Antidepressants increase the risk of suicidal thinking and behavior in children, adolescents, and young adults (18-24 years of age) with major depressive disorder and other psychiatric disorders. Duloxetine is not FDA approved for use in children. May worsen psychosis in some patients or precipitate a shift to mania or hypomania in bipolar disorder. Monotherapy in bipolar disorder should be avoided. Duloxetine is not FDA approved for the treatment of bipolar depression. Bleeding risk. Has a low potential to impair cognitive or motor performance. Hepatotoxicity (avoid use in substantial ethanol intake, evidence of chronic liver disease or hepatic impairment). Rare cases of hepatic failure (including fatalities) reported with use.
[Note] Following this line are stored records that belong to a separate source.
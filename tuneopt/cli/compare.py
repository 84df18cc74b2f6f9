"""``tuneopt compare A B``: two studies' winners side by side, each re-scored on the other."""

from __future__ import annotations

import argparse
import json
from pathlib import Path
from typing import Any


def register(sub: Any) -> None:
    p = sub.add_parser(
        "compare",
        help="compare two studies (for example a dry and a wet mix)",
        description="A and B are finished output folders of tuneopt optimise, or scenario files "
        "to optimise first (into --out DIR/a and DIR/b).",
    )
    p.add_argument("a")
    p.add_argument("b")
    p.add_argument("--out", type=Path, help="folder for new studies and compare.json")
    p.add_argument("--trials", type=int, default=200, help="budget for new studies")
    p.add_argument("--workers", type=int, default=1)
    p.set_defaults(func=run)


def _study(arg: str, out: Path | None, tag: str, args: argparse.Namespace) -> Path:
    path = Path(arg)
    if path.is_dir():
        return path
    from tuneopt.model import InputError, load_scenario
    from tuneopt.optimise import StudyPlan, run_local, start_run

    if out is None:
        raise InputError.single("--out", "needed to optimise a scenario file first")
    scenario = load_scenario(path)
    if scenario.course is None:
        raise InputError.single("course", f"{arg}: missing; the optimiser needs a terrain mix")
    plan = StudyPlan("study", trials=args.trials, seed=scenario.course.seed)
    folder = out / tag
    if not (folder / "result.json").exists():
        run_local(start_run(scenario, folder, plan, workers=args.workers))
    return folder


def run(args: argparse.Namespace) -> int:
    from rich.console import Console
    from rich.markup import escape
    from rich.table import Table

    from tuneopt.optimise.compare import compare_runs
    from tuneopt.optimise.result import CAUTIONS

    a = _study(args.a, args.out, "a", args)
    b = _study(args.b, args.out, "b", args)
    c = compare_runs(a, b)
    console = Console(width=max(Console().width, 110))
    t = Table(title="Winners side by side")
    t.add_column("")
    t.add_column(escape(c.names[0]), justify="right")
    t.add_column(escape(c.names[1]), justify="right")
    for key in dict.fromkeys([*c.settings[0], *c.settings[1]]):
        mark = " *" if key in c.differences else ""
        t.add_row(key + mark, c.settings[0].get(key, "-"), c.settings[1].get(key, "-"))

    def fmt(key: str) -> str:
        value = c.scores[key]
        return f"{value:.3f}" if value is not None else f"not ridable ({c.failures.get(key, '')})"

    t.add_row("score on A's course", fmt("a_on_a"), fmt("b_on_a"))
    t.add_row("score on B's course", fmt("a_on_b"), fmt("b_on_b"))
    console.print(t)
    console.print("* differs between the winners. Lower scores are better.")
    if c.reasons:
        console.print("Why each differing setting differs (one setting swapped, same terrain):")
        for key, why in c.reasons.items():
            console.print(f"  {escape(key)}: {escape(why)}")
    for caution in CAUTIONS:
        console.print(f"[dim]- {caution}[/]")
    if args.out is not None:
        args.out.mkdir(parents=True, exist_ok=True)
        (args.out / "compare.json").write_text(json.dumps(c.as_dict(), indent=2))
        print(f"wrote {args.out / 'compare.json'}")
    return 0
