# -- waiting -------------------------------------------------------------------------------
def _wait(client: ServiceClient, job: str) -> dict[str, Any]:
    """Follow the job until it ends; its last status. The client keeps trying while the
    service is away (its patience); the job carries on in the service regardless."""
    from rich.console import Console
    from rich.progress import BarColumn, Progress, TextColumn

    with Progress(
        TextColumn("[bold]{task.fields[state]}"),
        BarColumn(),
        TextColumn("{task.completed}/{task.total} trials"),
        TextColumn("best {task.fields[best]}"),
        console=Console(stderr=True),
    ) as bar:
        # what the client says meanwhile (print to stderr) shows above the bar: rich takes
        # the standard streams over while the bar is up
        task = bar.add_task("job", total=None, state="queued", best="-")
        try:
            while True:
                status = client.status(job)
                p = status["progress"]
                bar.update(
                    task,
                    total=p["budget"],
                    completed=min(p["finished"], p["budget"] or p["finished"]),
                    state=status["state"],
                    best="-" if p["best_score"] is None else f"{p['best_score']:.3f}",
                )
                if status["state"] in ENDED:
                    return status
                time.sleep(POLL_SECONDS)
        except ServiceError as exc:
            if exc.status is None:  # no answer for the whole patience: the job goes on
                raise ServiceError(
                    f"{exc}\nthe job goes on in the service: `tuneopt status {job}`, and once "
                    f"it has ended `tuneopt result {job} --out DIR`"
                ) from None
            raise
        except KeyboardInterrupt:
            bar.console.print(f"stopped waiting; the job goes on: `tuneopt status {job}`")
            raise
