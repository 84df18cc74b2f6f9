"""``tuneopt fit LOG --scenario SCENARIO --out DIR``: fit the scenario's course to a ride log
and write the fitted scenario, a page of the fit and its numbers."""

from __future__ import annotations

import argparse
import json
from pathlib import Path
from typing import Any

DEFAULT_BUDGET = 200
DEFAULT_REALISATIONS = 2
MAX_BUDGET = 5000
MAX_REALISATIONS = 8


def register(sub: Any) -> None:
    p = sub.add_parser(
        "fit",
        help="fit the scenario's course to a ride log; writes the fitted scenario and a page",
        description="Fit the numbers of the scenario's [course] (per terrain type: roughness, "
        "feature height, speed; the mix's shares) so that the simulated ride of the logged "
        "setup has the log's distributions of travel and suspension speed at both ends. "
        "Writes SCENARIO_fitted.toml (the scenario with the fitted [course]), fit.html and "
        "fit.json into --out. Layout of the log: docs/ride-logs.md; the method: "
        "docs/calibration.md.",
    )
    p.add_argument("log", type=Path, help="ride log file (.csv)")
    p.add_argument("--scenario", required=True, type=Path, help="scenario file (.toml or .json)")
    p.add_argument("--out", required=True, type=Path, help="output folder")
    p.add_argument(
        "--setup",
        type=Path,
        help="file with the ridden [setup] (default: the one the log names, else the scenario's)",
    )
    p.add_argument(
        "--budget",
        type=int,
        default=DEFAULT_BUDGET,
        help=f"simulated rides the search may spend (default {DEFAULT_BUDGET})",
    )
    p.add_argument(
        "--realisations",
        type=int,
        default=DEFAULT_REALISATIONS,
        help="course realisations (seeds) every candidate rides, the same for all "
        f"(default {DEFAULT_REALISATIONS})",
    )
    p.add_argument(
        "--only",
        help="fit only these kinds of numbers, comma-separated: roughness, feature_height, "
        "speed, share (default: all)",
    )
    p.add_argument("--seed", type=int, default=0, help="the search's own random seed")
    p.set_defaults(func=run)


def _arguments(args: argparse.Namespace) -> tuple[str, ...]:
    from tuneopt.calibrate.space import KINDS
    from tuneopt.model import InputError
    from tuneopt.model.errors import FieldProblem

    problems = []
    if not 10 <= args.budget <= MAX_BUDGET:
        problems.append(FieldProblem("--budget", f"must be between 10 and {MAX_BUDGET}"))
    if not 1 <= args.realisations <= MAX_REALISATIONS:
        problems.append(
            FieldProblem("--realisations", f"must be between 1 and {MAX_REALISATIONS}")
        )
    if args.seed < 0:
        problems.append(FieldProblem("--seed", "must be 0 or more"))
    kinds: tuple[str, ...] = KINDS
    if args.only is not None:
        kinds = tuple(k.strip() for k in args.only.split(",") if k.strip())
        unknown = [k for k in kinds if k not in KINDS]
        if unknown or not kinds:
            problems.append(
                FieldProblem(
                    "--only",
                    f"unknown kind(s) {', '.join(unknown) or '(none given)'}; choose from "
                    + ", ".join(KINDS),
                )
            )
    if problems:
        raise InputError(problems)
    return kinds


def _ridden_setup(args: argparse.Namespace, log: Any, scenario: Any) -> tuple[Any, str]:
    from tuneopt.cli.optimise import _baseline
    from tuneopt.model import InputError
    from tuneopt.ridelog import load_ridden_setup

    if args.setup is not None:
        try:
            return _baseline(args.setup, scenario), f"the setup in {args.setup}"
        except InputError as exc:  # it names --baseline: say --setup
            raise InputError(
                [
                    type(p)(p.location.replace("--baseline", "--setup"), p.message)
                    for p in exc.problems
                ],
                exc.source,
            ) from None
    setup = load_ridden_setup(log, args.log, scenario)
    label = (
        f"the setup in {log.setup_file} (named by the log)"
        if log.setup_file
        else "the scenario's current setup"
    )
    return setup, label


def run(args: argparse.Namespace) -> int:
    from tuneopt.calibrate.fit import FitProblem, fit_course, knob_checks
    from tuneopt.calibrate.space import fit_space
    from tuneopt.calibrate.summary import fit_json, fit_lines, parameter_rows
    from tuneopt.model import InputError, load_scenario
    from tuneopt.optimise.result import CAUTIONS
    from tuneopt.report.fit_page import fit_page, write_fit_page
    from tuneopt.report.fit_scenario import write_fitted_scenario
    from tuneopt.ridelog import read_ride_log
    from tuneopt.ridelog.convert import fork_full_travel, rear_full_travel
    from tuneopt.terrain import build_course

    kinds = _arguments(args)
    scenario = load_scenario(args.scenario)
    if scenario.course is None:
        raise InputError.single(
            "course", "missing: the fit starts from the scenario's course", str(args.scenario)
        )
    log = read_ride_log(args.log, scenario=scenario)
    setup, setup_label = _ridden_setup(args, log, scenario)
    out: Path = args.out
    target = out / f"{args.scenario.stem}_fitted.toml"
    if target.resolve() == args.scenario.resolve():
        raise InputError.single("--out", f"{target} is the scenario itself: pick another folder")
    try:
        out.mkdir(parents=True, exist_ok=True)
    except OSError as exc:
        raise InputError.single("--out", f"cannot make the folder {out}: {exc.strerror}") from None

    seeds = tuple(scenario.course.seed + k for k in range(args.realisations))
    space = fit_space(scenario.course, kinds)
    problem = FitProblem(scenario, setup, log, seeds)
    print(
        f"fitting {len(space.knobs)} numbers of the course to {args.log} "
        f"({log.duration_s:.0f} s at {log.sample_rate_hz:.0f} Hz), ridden on {setup_label}; "
        f"up to {args.budget} simulated rides"
    )

    def progress(done: int, best: float) -> None:
        if done % 25 == 0:
            print(f"  {done} rides, smallest distance {best:.3f}", flush=True)

    result = fit_course(problem, space, budget=args.budget, seed=args.seed, progress=progress)
    build_course(result.fitted, scenario.course.seed)  # InputError if it cannot be built
    checks = knob_checks(problem, result)
    rows = parameter_rows(result, checks)
    lines = fit_lines(result, rows)
    for line in lines:
        print(line)
    for r in rows:
        mark = "" if r.firm else "  (the log barely tells)"
        print(f"  {r.terrain:16s} {r.quantity:44s} {r.start:>26s} -> {r.fitted}{mark}")

    header = [
        f"Written by tuneopt fit: {args.scenario} with its [course] fitted to the ride log",
        f"{args.log}, ridden on {setup_label}.",
        f"Distance log to simulation: {result.before.total:.3f} with the scenario's course, "
        f"{result.after.total:.3f} with this one (fit.html beside this file).",
        "Optimise on it: tuneopt optimise THIS_FILE --out NEW_DIR",
        "",
        "Before you ride:",
        *[f"- {c}" for c in CAUTIONS],
    ]
    write_fitted_scenario(args.scenario, result.fitted, target, header)
    full = {"front": fork_full_travel(scenario), "rear": rear_full_travel(scenario)}
    html = fit_page(
        result,
        checks,
        full,
        log_name=str(args.log),
        scenario_name=scenario.name,
        setup_label=setup_label,
        cautions=CAUTIONS,
        notes=tuple(f"The log: {n}." for n in log.notes),
    )
    data = fit_json(result, rows)
    data.update(
        {
            "log": str(args.log),
            "scenario": str(args.scenario),
            "fitted_scenario": str(target),
            "ridden_setup": setup.model_dump(mode="json"),
            "lines": lines,
            "cautions": list(CAUTIONS),
        }
    )
    try:
        page = write_fit_page(out, html)
        path = out / "fit.json"
        tmp = path.with_suffix(".json.tmp")
        tmp.write_text(json.dumps(data, indent=2, allow_nan=False), encoding="utf-8")
        tmp.replace(path)
    except OSError as exc:
        raise InputError.single("--out", f"cannot write into {out}: {exc.strerror}") from None
    print(f"wrote {target}, {page} and {path}")
    for caution in CAUTIONS:
        print(f"- {caution}")
    print(f"next: tuneopt optimise {target} --out NEW_DIR")
    return 0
Hyperglycemia observed in some diabetic patients receiving duloxetine therapy for diabetic peripheral neuropathy. May cause orthostatic hypotension/syncope, especially within the first week of therapy and after dose increases. May cause or exacerbate sexual dysfunction. SSRIs and SNRIs associated with the development of SIADH. Hyponatremia reported rarely (including severe cases with serum sodium <110 mmol/L), predominately in the elderly. May cause increased urinary resistance. Use with caution in hypertension (rare cases of hypertensive crisis reported in pre-existing hypertension). Increased risk of mydriasis in controlled narrow-angle glaucoma. Not recommended for use in CrCl <30 mL/minute or end-stage renal disease. Not recommended for use in hepatic impairment. Use caution with previous seizure disorder, condition predisposing to seizures, or concurrent therapy with other drugs which lower the seizure threshold. Use caution with concomitant use of NSAIDs, ASA, or other drugs that affect coagulation (risk of bleeding may be potentiated). Caution in concomitant use with CYP1A2 inhibitors (e.g. fluvoxamine, ciprofloxacin)(may increase levels/adverse effects of duloxetine). Potential for severe reaction when used with MAO inhibitors. Serotonin syndrome may occur with concomitant proserotonergic drugs (i.e. SSRIs/SNRIs or triptans) or agents which reduce the metabolism of duloxetine. Concurrent use of serotonin precursors (e.g. tryptophan) is not recommended. Concomitant use with thioridazine is contraindicated. Formulation contains sucrose. May increase the risks associated with electroconvulsive therapy. May cause withdrawal syndrome.